* _Exercise details_
Return the data below in full, matching every line exactly.

=== Begin Enclosure ===

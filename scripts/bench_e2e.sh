#!/usr/bin/env bash
# End-to-end speed of the daemon (benches/e2e.rs): builds the release binary, runs the
# harness against a local mosquitto on loopback, and prints its table (also kept in
# target/e2e-bench.txt). A measurement, not a pass/fail test.
#
#     bash scripts/bench_e2e.sh
#
# Needs mosquitto (Debian package `mosquitto`). EQWATCH_E2E_QUICK=1 runs a tenth of
# the messages. Keep the machine otherwise idle: the broker, the daemon and the
# harness share its CPUs.
#
# The Python subscriber beside eqwatch (benches/python/lts_subscriber.py: paho-mqtt and
# Cantera, pinned in benches/python/requirements.txt) runs from a venv, .venv-bench,
# made here when missing (needs python3 with venv and network access to PyPI once).
# EQWATCH_E2E_PYTHON=/path/to/python uses another interpreter; EQWATCH_E2E_PYTHON=0
# leaves the Python subscriber out.
set -euo pipefail

cd "$(dirname "$0")/.."

if ! command -v mosquitto >/dev/null 2>&1 && [ ! -x /usr/sbin/mosquitto ]; then
    echo "mosquitto is not installed (apt-get install mosquitto)" >&2
    exit 1
fi

venv=.venv-bench
if [ -z "${EQWATCH_E2E_PYTHON+x}" ]; then
    if ! "$venv/bin/python" -c 'import cantera, paho.mqtt' >/dev/null 2>&1; then
        echo "== python venv $venv (benches/python/requirements.txt)" >&2
        if python3 -m venv "$venv" && "$venv/bin/pip" install -q -r benches/python/requirements.txt; then
            :
        else
            echo "could not make $venv; the Python subscriber is left out" >&2
            export EQWATCH_E2E_PYTHON=0
        fi
    fi
    if [ -z "${EQWATCH_E2E_PYTHON+x}" ]; then
        EQWATCH_E2E_PYTHON=$(pwd)/$venv/bin/python
        export EQWATCH_E2E_PYTHON
    fi
fi

target=${CARGO_TARGET_DIR:-target}
log_dir=$target/bench-logs
mkdir -p "$log_dir"
log=$log_dir/e2e.txt

# The daemon measured is the one a site installs (README, "Running as a service"): the
# `daemon` feature alone, without the embedded demo broker, the calculator's extras or
# Sparkplug; built in a target folder of its own so that it does not replace the full
# binary the tests use. EQWATCH_BIN measures another binary instead.
if [ -z "${EQWATCH_BIN:-}" ]; then
    echo "== cargo build --release --no-default-features --features daemon (the site's build)" >&2
    CARGO_TARGET_DIR=$target/site cargo build --release --no-default-features --features daemon
    EQWATCH_BIN=$target/site/release/eqwatch
    export EQWATCH_BIN
fi
case $EQWATCH_BIN in
    /*) ;;
    *) EQWATCH_BIN=$(pwd)/$EQWATCH_BIN; export EQWATCH_BIN ;;
esac

echo "== cargo bench --bench e2e (daemon: $EQWATCH_BIN; log: $log)" >&2
cargo bench --bench e2e 2>&1 | tee "$log" >&2

echo
cat "$target/e2e-bench.txt"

=== End Enclosure ===

* _Final answer_
filename scripts/bench_e2e.sh
#!/usr/bin/env bash
# End-to-end speed of the daemon (benches/e2e.rs): builds the release binary, runs the
# harness against a local mosquitto on loopback, and prints its table (also kept in
# target/e2e-bench.txt). A measurement, not a pass/fail test.
#
#     bash scripts/bench_e2e.sh
#
# Needs mosquitto (Debian package `mosquitto`). EQWATCH_E2E_QUICK=1 runs a tenth of
# the messages. Keep the machine otherwise idle: the broker, the daemon and the
# harness share its CPUs.
#
# The Python subscriber beside eqwatch (benches/python/lts_subscriber.py: paho-mqtt and
# Cantera, pinned in benches/python/requirements.txt) runs from a venv, .venv-bench,
# made here when missing (needs python3 with venv and network access to PyPI once).
# EQWATCH_E2E_PYTHON=/path/to/python uses another interpreter; EQWATCH_E2E_PYTHON=0
# leaves the Python subscriber out.
set -euo pipefail

cd "$(dirname "$0")/.."

if ! command -v mosquitto >/dev/null 2>&1 && [ ! -x /usr/sbin/mosquitto ]; then
    echo "mosquitto is not installed (apt-get install mosquitto)" >&2
    exit 1
fi

venv=.venv-bench
if [ -z "${EQWATCH_E2E_PYTHON+x}" ]; then
    if ! "$venv/bin/python" -c 'import cantera, paho.mqtt' >/dev/null 2>&1; then
        echo "== python venv $venv (benches/python/requirements.txt)" >&2
        if python3 -m venv "$venv" && "$venv/bin/pip" install -q -r benches/python/requirements.txt; then
            :
        else
            echo "could not make $venv; the Python subscriber is left out" >&2
            export EQWATCH_E2E_PYTHON=0
        fi
    fi
    if [ -z "${EQWATCH_E2E_PYTHON+x}" ]; then
        EQWATCH_E2E_PYTHON=$(pwd)/$venv/bin/python
        export EQWATCH_E2E_PYTHON
    fi
fi

target=${CARGO_TARGET_DIR:-target}
log_dir=$target/bench-logs
mkdir -p "$log_dir"
log=$log_dir/e2e.txt

# The daemon measured is the one a site installs (README, "Running as a service"): the
# `daemon` feature alone, without the embedded demo broker, the calculator's extras or
# Sparkplug; built in a target folder of its own so that it does not replace the full
# binary the tests use. EQWATCH_BIN measures another binary instead.
if [ -z "${EQWATCH_BIN:-}" ]; then
    echo "== cargo build --release --no-default-features --features daemon (the site's build)" >&2
    CARGO_TARGET_DIR=$target/site cargo build --release --no-default-features --features daemon
    EQWATCH_BIN=$target/site/release/eqwatch
    export EQWATCH_BIN
fi
case $EQWATCH_BIN in
    /*) ;;
    *) EQWATCH_BIN=$(pwd)/$EQWATCH_BIN; export EQWATCH_BIN ;;
esac

echo "== cargo bench --bench e2e (daemon: $EQWATCH_BIN; log: $log)" >&2
cargo bench --bench e2e 2>&1 | tee "$log" >&2

echo
cat "$target/e2e-bench.txt"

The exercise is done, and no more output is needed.